* **Data under study**:
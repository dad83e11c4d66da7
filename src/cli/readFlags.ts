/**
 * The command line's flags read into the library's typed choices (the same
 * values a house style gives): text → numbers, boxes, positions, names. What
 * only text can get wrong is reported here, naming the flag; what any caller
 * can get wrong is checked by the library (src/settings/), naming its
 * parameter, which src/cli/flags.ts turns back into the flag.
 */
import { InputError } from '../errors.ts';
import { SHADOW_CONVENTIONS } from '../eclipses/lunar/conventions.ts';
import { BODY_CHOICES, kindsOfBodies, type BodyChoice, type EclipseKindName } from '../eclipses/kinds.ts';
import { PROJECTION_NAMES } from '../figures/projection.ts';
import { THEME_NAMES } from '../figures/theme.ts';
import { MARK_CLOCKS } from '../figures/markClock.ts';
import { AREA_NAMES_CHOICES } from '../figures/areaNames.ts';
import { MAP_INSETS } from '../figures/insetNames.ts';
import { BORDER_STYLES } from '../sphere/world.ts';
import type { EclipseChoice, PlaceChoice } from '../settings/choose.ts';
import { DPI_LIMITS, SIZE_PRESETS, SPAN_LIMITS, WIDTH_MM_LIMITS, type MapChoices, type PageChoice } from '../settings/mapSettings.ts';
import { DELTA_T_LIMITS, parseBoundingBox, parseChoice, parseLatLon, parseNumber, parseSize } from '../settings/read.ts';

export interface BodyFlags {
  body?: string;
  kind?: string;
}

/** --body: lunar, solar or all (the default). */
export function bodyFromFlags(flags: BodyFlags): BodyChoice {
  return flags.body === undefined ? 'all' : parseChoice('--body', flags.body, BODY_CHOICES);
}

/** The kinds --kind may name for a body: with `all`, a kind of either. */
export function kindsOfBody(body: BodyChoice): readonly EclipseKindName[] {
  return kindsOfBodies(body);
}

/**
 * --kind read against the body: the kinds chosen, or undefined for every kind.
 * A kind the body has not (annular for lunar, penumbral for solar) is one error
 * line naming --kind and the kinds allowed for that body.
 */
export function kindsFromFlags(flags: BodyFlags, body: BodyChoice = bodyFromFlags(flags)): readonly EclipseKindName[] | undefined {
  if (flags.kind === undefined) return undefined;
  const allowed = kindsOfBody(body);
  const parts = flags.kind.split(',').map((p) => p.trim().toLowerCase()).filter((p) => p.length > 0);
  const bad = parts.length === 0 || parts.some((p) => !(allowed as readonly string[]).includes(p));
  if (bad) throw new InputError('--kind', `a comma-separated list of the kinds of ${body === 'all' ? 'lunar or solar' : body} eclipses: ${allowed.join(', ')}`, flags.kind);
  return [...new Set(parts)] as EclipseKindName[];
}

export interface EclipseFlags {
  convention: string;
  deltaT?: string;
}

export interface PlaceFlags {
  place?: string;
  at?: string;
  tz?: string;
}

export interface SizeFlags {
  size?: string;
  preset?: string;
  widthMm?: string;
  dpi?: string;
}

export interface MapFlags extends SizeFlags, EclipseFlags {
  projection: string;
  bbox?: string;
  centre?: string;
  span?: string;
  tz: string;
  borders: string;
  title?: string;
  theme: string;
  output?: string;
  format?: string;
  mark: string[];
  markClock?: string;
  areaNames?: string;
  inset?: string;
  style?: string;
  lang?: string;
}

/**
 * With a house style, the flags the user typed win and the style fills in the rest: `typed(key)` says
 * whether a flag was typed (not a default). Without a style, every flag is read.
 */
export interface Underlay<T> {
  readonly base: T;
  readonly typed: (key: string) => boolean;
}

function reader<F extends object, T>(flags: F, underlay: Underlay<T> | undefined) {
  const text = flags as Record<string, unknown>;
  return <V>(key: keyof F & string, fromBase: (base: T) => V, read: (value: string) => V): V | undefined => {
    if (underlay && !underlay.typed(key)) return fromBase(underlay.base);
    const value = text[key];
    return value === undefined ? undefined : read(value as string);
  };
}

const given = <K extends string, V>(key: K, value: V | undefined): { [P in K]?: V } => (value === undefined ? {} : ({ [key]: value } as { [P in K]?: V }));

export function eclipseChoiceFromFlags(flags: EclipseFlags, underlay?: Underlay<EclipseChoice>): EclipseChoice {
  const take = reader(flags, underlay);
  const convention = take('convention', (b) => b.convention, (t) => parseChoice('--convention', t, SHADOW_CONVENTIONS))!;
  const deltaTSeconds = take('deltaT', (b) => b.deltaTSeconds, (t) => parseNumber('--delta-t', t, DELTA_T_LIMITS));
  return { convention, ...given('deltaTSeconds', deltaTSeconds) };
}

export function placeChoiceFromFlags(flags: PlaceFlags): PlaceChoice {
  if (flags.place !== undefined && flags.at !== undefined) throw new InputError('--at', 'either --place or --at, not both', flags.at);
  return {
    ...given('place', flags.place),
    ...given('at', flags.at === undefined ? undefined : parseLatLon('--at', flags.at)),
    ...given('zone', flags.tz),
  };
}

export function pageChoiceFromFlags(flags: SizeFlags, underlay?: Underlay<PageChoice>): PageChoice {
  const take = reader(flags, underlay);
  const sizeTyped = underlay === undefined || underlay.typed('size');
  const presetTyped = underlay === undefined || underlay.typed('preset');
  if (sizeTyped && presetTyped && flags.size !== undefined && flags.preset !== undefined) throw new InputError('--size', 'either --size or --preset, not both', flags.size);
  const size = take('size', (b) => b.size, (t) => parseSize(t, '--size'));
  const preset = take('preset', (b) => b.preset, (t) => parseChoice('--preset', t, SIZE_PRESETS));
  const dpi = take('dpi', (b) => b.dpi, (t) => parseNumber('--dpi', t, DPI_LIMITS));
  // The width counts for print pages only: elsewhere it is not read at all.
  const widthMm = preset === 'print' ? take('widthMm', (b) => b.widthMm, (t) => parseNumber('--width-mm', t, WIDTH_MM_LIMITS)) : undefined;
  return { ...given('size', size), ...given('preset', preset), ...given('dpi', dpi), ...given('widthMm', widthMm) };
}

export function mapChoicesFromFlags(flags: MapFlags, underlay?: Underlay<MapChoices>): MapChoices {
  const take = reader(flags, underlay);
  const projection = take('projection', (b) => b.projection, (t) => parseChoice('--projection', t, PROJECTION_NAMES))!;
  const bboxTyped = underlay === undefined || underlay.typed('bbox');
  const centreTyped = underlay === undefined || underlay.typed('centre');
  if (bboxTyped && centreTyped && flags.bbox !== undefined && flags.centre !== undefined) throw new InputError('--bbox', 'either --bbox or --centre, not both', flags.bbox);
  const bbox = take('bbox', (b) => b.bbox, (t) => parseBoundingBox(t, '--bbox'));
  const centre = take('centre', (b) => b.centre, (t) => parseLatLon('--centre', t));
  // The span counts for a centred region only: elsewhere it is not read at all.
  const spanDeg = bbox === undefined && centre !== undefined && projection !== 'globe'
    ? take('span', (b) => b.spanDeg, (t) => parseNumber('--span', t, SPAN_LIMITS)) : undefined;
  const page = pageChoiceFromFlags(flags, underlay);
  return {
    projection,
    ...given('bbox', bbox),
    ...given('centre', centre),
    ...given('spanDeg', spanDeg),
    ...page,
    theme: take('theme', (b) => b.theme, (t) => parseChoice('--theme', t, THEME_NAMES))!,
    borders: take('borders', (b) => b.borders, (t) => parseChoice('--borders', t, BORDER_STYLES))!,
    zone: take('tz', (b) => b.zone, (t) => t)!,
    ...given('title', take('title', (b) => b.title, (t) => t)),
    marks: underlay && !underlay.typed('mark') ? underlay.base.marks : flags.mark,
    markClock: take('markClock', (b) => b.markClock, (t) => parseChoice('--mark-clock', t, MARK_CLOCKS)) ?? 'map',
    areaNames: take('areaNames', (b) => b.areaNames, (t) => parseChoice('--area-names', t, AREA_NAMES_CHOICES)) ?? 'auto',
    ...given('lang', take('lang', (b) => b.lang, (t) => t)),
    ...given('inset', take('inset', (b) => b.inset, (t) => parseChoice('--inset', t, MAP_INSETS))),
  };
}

* **Exercise goal**: Search the listing for the string "MapChoices". Copy each line where it is found.

* **Answer to this problem**:
import { DPI_LIMITS, SIZE_PRESETS, SPAN_LIMITS, WIDTH_MM_LIMITS, type MapChoices, type PageChoice } from '../settings/mapSettings.ts';
export function mapChoicesFromFlags(flags: MapFlags, underlay?: Underlay<MapChoices>): MapChoices {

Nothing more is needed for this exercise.